After spending time in Auckland, New Zealand, and driving through the volcanic plateau, we moved on for a great week in Hawke’s Bay on the east coast of the North Island. Again, as last week, I found broad strokes of individual colours wherever we went. There was plenty of:
BLUE
A matching blue bay and sky: the view from our accommodation. Most days.
YELLOW
As in Auckland, there are lots of white houses in Hawke’s Bay, especially the older wooden houses, the type that survive earthquakes. But there are plenty of creative individuals living here, like the neighbours who built a house with a cylinder attached and painted it with a yellow that says ‘look at me!’.
PINK
Red Valerian is a beautiful flower that’s not red but rather a couple of shades of pink, and springs up in any crack where a seed has fallen. In New Zealand I saw it growing in most gardens, jutting out of retaining walls, through rockfall-catching wire on cliff faces, and on the seashore. Some call it a weed, some call it a colourful filler. No doubt it needs to be controlled. I took this photo in drizzle under a grey sky. The blue days had passed…
ORANGE
There are also flowers around Hawke’s Bay which there should be more of, like Bird of Paradise with its orange crests.
PURPLE
When we climbed the moist leaf-littered paths that wound uphill through Tiffen Park, we saw masses of blue and purple flowers growing wild. I don’t know what they’re called but I hope they’re not invaders. Here we were about a third of the way up the hill. When you go to New Zealand, you go up a lot of steps, steep streets and driveways, hills and cliffs. But going down feels really good!
COLOURLESS
On the walls and in parks in Napier, there are quotations written or sculpted which offer promise and hope. They are signs that this town has not only revived after a horrendous earthquake back in 1931 but is thriving partly because of it. The town was rebuilt in Art Deco, the style of the time, and today it is unique as an example of this architecture constructed in the two-year period 1931/32. The quotation below which I saw painted in an otherwise interest-free alley is a reminder that good things can come from bad.

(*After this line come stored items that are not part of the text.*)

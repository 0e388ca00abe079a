"""The season: each night equals ``windows`` on that night; usable minutes against an
astropy grid; observable months of bright stars against the trade's rule of thumb; the
Dask cluster run equals the local run; the command's outputs."""

from __future__ import annotations

import datetime as dt
import json

import numpy as np
import pytest

import skyplan
from skyplan.api.season import season
from skyplan.cli.app import main
from skyplan.engine import night as night_mod
from skyplan.engine import windows as window_engine
from skyplan.engine.ephemeris import configure_astropy_offline
from skyplan.engine.season import summarise
from skyplan.render import seasoncolumns


def run(capsys, *args: str) -> tuple[int, str, str]:
    try:
        main(list(args))
        code = 0
    except SystemExit as exc:
        code = int(exc.code or 0)
    out, err = capsys.readouterr()
    return code, out, err


def fixed(names, ra_deg, dec_deg):
    from skyplan.api.targets import Targets
    from skyplan.targetdata import TargetSet

    n = len(names)
    return Targets(TargetSet.fixed(np.asarray(names, dtype=object), ra_deg, dec_deg),
                   np.ones(n), np.full(n, np.nan))


@pytest.fixture(scope="module")
def demo():
    site = skyplan.site(demo=True)
    return site, skyplan.read_targets(demo=True), skyplan.limits(site)


@pytest.fixture(scope="module")
def demo_season(demo):
    site, targets, lim = demo
    return season(targets, site, "2027-03-01", "2027-03-20", lim, workers=1)


# ------------------------------------------------------------------ equal to windows


def test_each_night_equals_windows_on_that_night(demo, demo_season) -> None:
    """Every limit of the demo site (darkness, altitude, air mass, hour angle, Dec range,
    horizon profile, Moon and Sun distance): the season's minutes of a night are the
    windows command's minutes of that night, computed on its own, to the minute."""
    site, targets, lim = demo
    for k in (0, 7, 19):  # a sample of nights, every target
        night = night_mod.compute_night(site, demo_season.dates[k])
        res = window_engine.compute_windows(targets.target_set, site, night, lim,
                                            orbits=targets.orbits)
        got = demo_season.usable_min[:, k].astype(float)
        assert np.max(np.abs(got - res.usable_s / 60.0)) < 1.0
        assert demo_season.moon_illumination[k] == pytest.approx(night.moon.illumination,
                                                                 abs=1e-9)
    assert demo_season.usable_min.max() > 300  # some targets are observable for hours


def test_airmass_at_the_middle_of_the_usable_time(demo, demo_season) -> None:
    """Where a target has a single window, the middle of the usable time is its midpoint:
    the air mass there, from the windows' own evaluator."""
    from skyplan.engine import airmass as am

    site, targets, lim = demo
    night = night_mod.compute_night(site, demo_season.dates[3])
    res = window_engine.compute_windows(targets.target_set, site, night, lim)
    count = np.bincount(res.windows.rows, minlength=len(res.names))
    one = np.flatnonzero(count == 1)
    w = res.windows.take_rows(count == 1)
    alt, _, _ = res.sky.horizon(w.rows, 0.5 * (w.start + w.end))
    expected = am.airmass(alt, lim.airmass_model)
    assert len(one) > 5
    np.testing.assert_allclose(demo_season.airmass_mid[one, 3], expected, rtol=1e-5)
    assert np.all(np.isnan(demo_season.airmass_mid[count == 0, 3]))


# ------------------------------------------------------------------ astropy grid


def test_usable_minutes_against_an_astropy_altaz_grid() -> None:
    """Reference: astropy's ICRS → AltAz (ERFA, with the site's pressure, temperature and
    humidity for refraction) and astropy's Sun (AltAz with pressure 0: the unrefracted
    centre, as skyplan's darkness), on a 1-minute grid: minutes with the target at or above
    30° while the Sun is below −18°.  Within 2 minutes a night (the grid's own step)."""
    import astropy.units as u
    from astropy.coordinates import AltAz, EarthLocation, SkyCoord, get_sun
    from astropy.time import Time

    configure_astropy_offline()
    site = skyplan.site(lat_deg=-30.24, lon_deg=-70.74, elevation_m=2200.0,
                        tz="America/Santiago")
    ra = np.array([10.0, 83.8, 201.3, 279.2])
    dec = np.array([-45.0, -5.4, -11.2, 38.8])
    targets = fixed(["A", "B", "C", "D"], ra, dec)
    lim = skyplan.limits(site, min_alt=30, dark="astronomical", moon_gap=0, sun_gap=0,
                         no_horizon_profile=True, refraction="erfa")
    got = season(targets, site, "2027-05-02", "2027-05-04", lim, workers=1)
    p, temp, hum = site.weather()
    loc = EarthLocation.from_geodetic(site.lon_deg * u.deg, site.lat_deg * u.deg,
                                      site.elevation_m * u.m)
    stars = SkyCoord(ra * u.deg, dec * u.deg)
    for k, night in enumerate(got.dates):
        n = night_mod.compute_night(site, night)
        t = np.arange(n.span_start + 30.0, n.span_end, 60.0)
        when = Time(t, format="unix", scale="utc")
        sun = get_sun(when).transform_to(AltAz(obstime=when, location=loc, pressure=0))
        dark = sun.alt.deg < -18.0
        frame = AltAz(obstime=when[None, :], location=loc, pressure=p * u.hPa,
                      temperature=temp * u.deg_C, relative_humidity=hum,
                      obswl=0.55 * u.micron)
        alt = stars[:, None].transform_to(frame).alt.deg
        reference = ((alt >= 30.0) & dark[None, :]).sum(axis=1)
        np.testing.assert_allclose(got.usable_min[:, k], reference, atol=2.0)


# ------------------------------------------------------------------ rule of thumb


def test_bright_stars_observable_around_midnight_culmination() -> None:
    """Rule of thumb of the trade (common practice, stated as such): a star at RA α
    culminates at local midnight about when the Sun's RA is α + 12 h, and the Sun's RA grows
    from 0 h at the March equinox (~20 March) by about 2 h a month.  Near that date the star
    is observable every night; near the date when the Sun's RA is α (conjunction) it is
    not.  Stars (RA hours, Dec degrees; J2000, values recalled from memory): Sirius,
    Arcturus, Antares, Betelgeuse."""
    site = skyplan.site(lat_deg=38.0, lon_deg=-3.0, elevation_m=1000.0, tz="Europe/Madrid")
    stars = {"Sirius": (6.752, -16.72), "Arcturus": (14.261, 19.18),
             "Antares": (16.490, -26.43), "Betelgeuse": (5.919, 7.41)}
    ra = np.array([v[0] * 15.0 for v in stars.values()])
    dec = np.array([v[1] for v in stars.values()])
    targets = fixed(list(stars), ra, dec)
    lim = skyplan.limits(site, min_alt=20, dark="astronomical", moon_gap=0, sun_gap=30)
    equinox = dt.date(2026, 3, 20)
    for name, (alpha, _) in stars.items():
        midnight = equinox + dt.timedelta(days=((alpha + 12.0) % 24.0) / 24.0 * 365.25)
        conj = equinox + dt.timedelta(days=alpha / 24.0 * 365.25)
        near = season(targets, site, midnight - dt.timedelta(days=5),
                      midnight + dt.timedelta(days=5), lim, workers=1)
        row = int(np.flatnonzero(near.names == name)[0])
        assert near.summary().nights_observable[row] == len(near.dates), name
        assert near.summary().months, name
        away = season(targets, site, conj - dt.timedelta(days=5),
                      conj + dt.timedelta(days=5), lim, workers=1)
        assert away.summary().nights_observable[row] == 0, name


# ------------------------------------------------------------------ summary


def test_summary_first_last_best_months() -> None:
    dates = [dt.date(2027, 1, 30) + dt.timedelta(days=k) for k in range(4)]
    usable = np.array([[0, 70, 90, 90], [10, 20, 30, 40], [60, 0, 0, 61]], np.float32)
    x = np.array([[np.nan, 1.2, 1.5, 1.3], [2, 2, 2, 2], [1.1, np.nan, np.nan, 1.0]],
                 np.float32)
    s = summarise(usable, x, dates, 60.0)
    assert s.first.tolist() == [1, -1, 0]
    assert s.last.tolist() == [3, -1, 3]
    assert s.best.tolist() == [3, 3, 3]  # a tie at 90 min goes to the lower air mass
    assert s.usable_hours.tolist() == pytest.approx([250 / 60, 0.0, 121 / 60])
    assert s.months == ["2027-01", "2027-02"]
    assert (s.month_share > 0).tolist() == [[True, True], [False, False], [True, True]]


# ------------------------------------------------------------------ the cluster


def test_dask_cluster_run_equals_the_local_run(demo) -> None:
    """Blocks run by a distributed.LocalCluster (two workers) give the same bytes."""
    distributed = pytest.importorskip("distributed")
    from skyplan.engine import season as season_engine

    site, targets, lim = demo
    local = season(targets, site, "2027-04-01", "2027-04-20", lim, workers=1)
    assert len(season_engine.blocks(len(targets), 20)) == 2  # more than one block
    with distributed.LocalCluster(n_workers=2, threads_per_worker=1, processes=False,
                                  dashboard_address=None) as cluster, \
            distributed.Client(cluster) as client:
        remote = season(targets, site, "2027-04-01", "2027-04-20", lim, client=client)
    assert remote.usable_min.tobytes() == local.usable_min.tobytes()
    assert remote.airmass_mid.tobytes() == local.airmass_mid.tobytes()
    a = b"".join(seasoncolumns.json_stream(local, per_night=True))
    b = b"".join(seasoncolumns.json_stream(remote, per_night=True))
    assert a == b


def test_blocks_of_targets_and_nights_join_up(demo, monkeypatch) -> None:
    """Small blocks (16 targets × 2 nights) give what one block gives."""
    from skyplan.engine import season as season_engine

    site, targets, lim = demo
    whole = season(targets, site, "2027-04-01", "2027-04-05", lim, workers=1)
    monkeypatch.setattr(season_engine, "TARGET_BLOCK", 16)
    monkeypatch.setattr(season_engine, "NIGHT_BLOCK", 2)
    assert len(season_engine.blocks(len(targets), 5)) == 9
    parts = season(targets, site, "2027-04-01", "2027-04-05", lim, workers=1)
    np.testing.assert_allclose(parts.usable_min, whole.usable_min, atol=1 / 60)
    assert np.isfinite(parts.airmass_mid).sum() == np.isfinite(whole.airmass_mid).sum()


def test_notices_of_worker_processes_reach_the_caller(monkeypatch) -> None:
    """Nights beyond the bundled IERS table: the note comes back from the workers."""
    from skyplan.engine import season as season_engine

    monkeypatch.setattr(season_engine, "NIGHT_BLOCK", 1)
    site = skyplan.site(demo=True)
    with pytest.warns(skyplan.SkyplanWarning, match="IERS"):
        season(fixed(["A"], [10.0], [20.0]), site, "2028-01-01", "2028-01-02", workers=2)


def test_process_pool_equals_one_process(demo) -> None:
    site, targets, lim = demo
    one = season(targets, site, "2027-04-01", "2027-04-20", lim, workers=1)
    two = season(targets, site, "2027-04-01", "2027-04-20", lim, workers=2)
    assert one.usable_min.tobytes() == two.usable_min.tobytes()


# ------------------------------------------------------------------ the command


def test_season_command_json_and_table(capsys, tmp_path) -> None:
    code, out, err = run(capsys, "season", "--demo", "--to", "2027-01-10", "-f", "json",
                         "--per-night", "--workers", "1")
    assert code == 0, err
    records = json.loads(out)
    first = records[0]
    assert set(first) >= {"name", "first_night", "last_night", "best_night",
                          "usable_hours_total", "months", "nights"}
    assert first["nights"][0]["date"] == "2026-12-18"
    assert set(first["nights"][0]) == {"date", "usable_minutes", "airmass_mid",
                                       "moon_illumination"}
    assert len(first["nights"]) == 24
    code, out, err = run(capsys, "season", "--demo", "--to", "2027-01-10", "--workers", "1",
                         "--chart", str(tmp_path / "s.png"))
    assert code == 0, err
    assert max(len(line) for line in out.splitlines()) <= 100
    assert "DJ" in out and (tmp_path / "s.png").read_bytes()[:4] == b"\x89PNG"


def test_season_command_csv_parquet_and_bad_range(capsys, tmp_path) -> None:
    import polars as pl

    code, out, err = run(capsys, "season", "--demo", "--to", "2026-12-20", "-f", "csv",
                         "--per-night", "--workers", "1")
    assert code == 0, err
    assert out.splitlines()[0] == "name,date,usable_minutes,airmass_mid,moon_illumination"
    assert len(out.splitlines()) == 1 + 3 * 40
    path = tmp_path / "s.parquet"
    code, _, err = run(capsys, "season", "--demo", "--to", "2026-12-20", "-f", "parquet",
                       "-o", str(path), "--workers", "1")
    assert code == 0, err
    assert pl.read_parquet(path).height == 40
    code, _, err = run(capsys, "season", "--demo", "--from", "2027-01-10", "--to", "2027-01-01")
    assert code == 2 and "--to" in err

If you can read backwards, that is.
CREAM
And here’s an example of one of the buildings constructed in the Art Deco style after the earthquake and recently refurbished, attracting masses of tourists each week. It’s open to the public and just as handsome inside.
BLACK
We went on a two-hour trip with a Maori elder, Robert McDonald, up to a peak, Te Mata, where he recounted the history of Maori in New Zealand. In the photo below he stands next to his tribe’s pou whenua, or land post. Its face is carved like that of Robert’s ancestor, one of the Waimārama chiefs who signed the Treaty of Waitangi in 1841 with the European settlers. At the bottom of the second photo below, (actually the Waimārama Maori Tours information card), is his mark made on the Treaty and the words he spoke, ‘te tohu o te tangata’ which mean ‘the mark of the man’. His facial tattoo indicates his status as an important chief of his tribal group. The portrait was painted by Gottfried Lindauer, an Austrian artist who painted many Maori portraits in the late nineteenth century, some of which I saw in the Auckland Art Gallery and more of which you can see here. They’re stunning!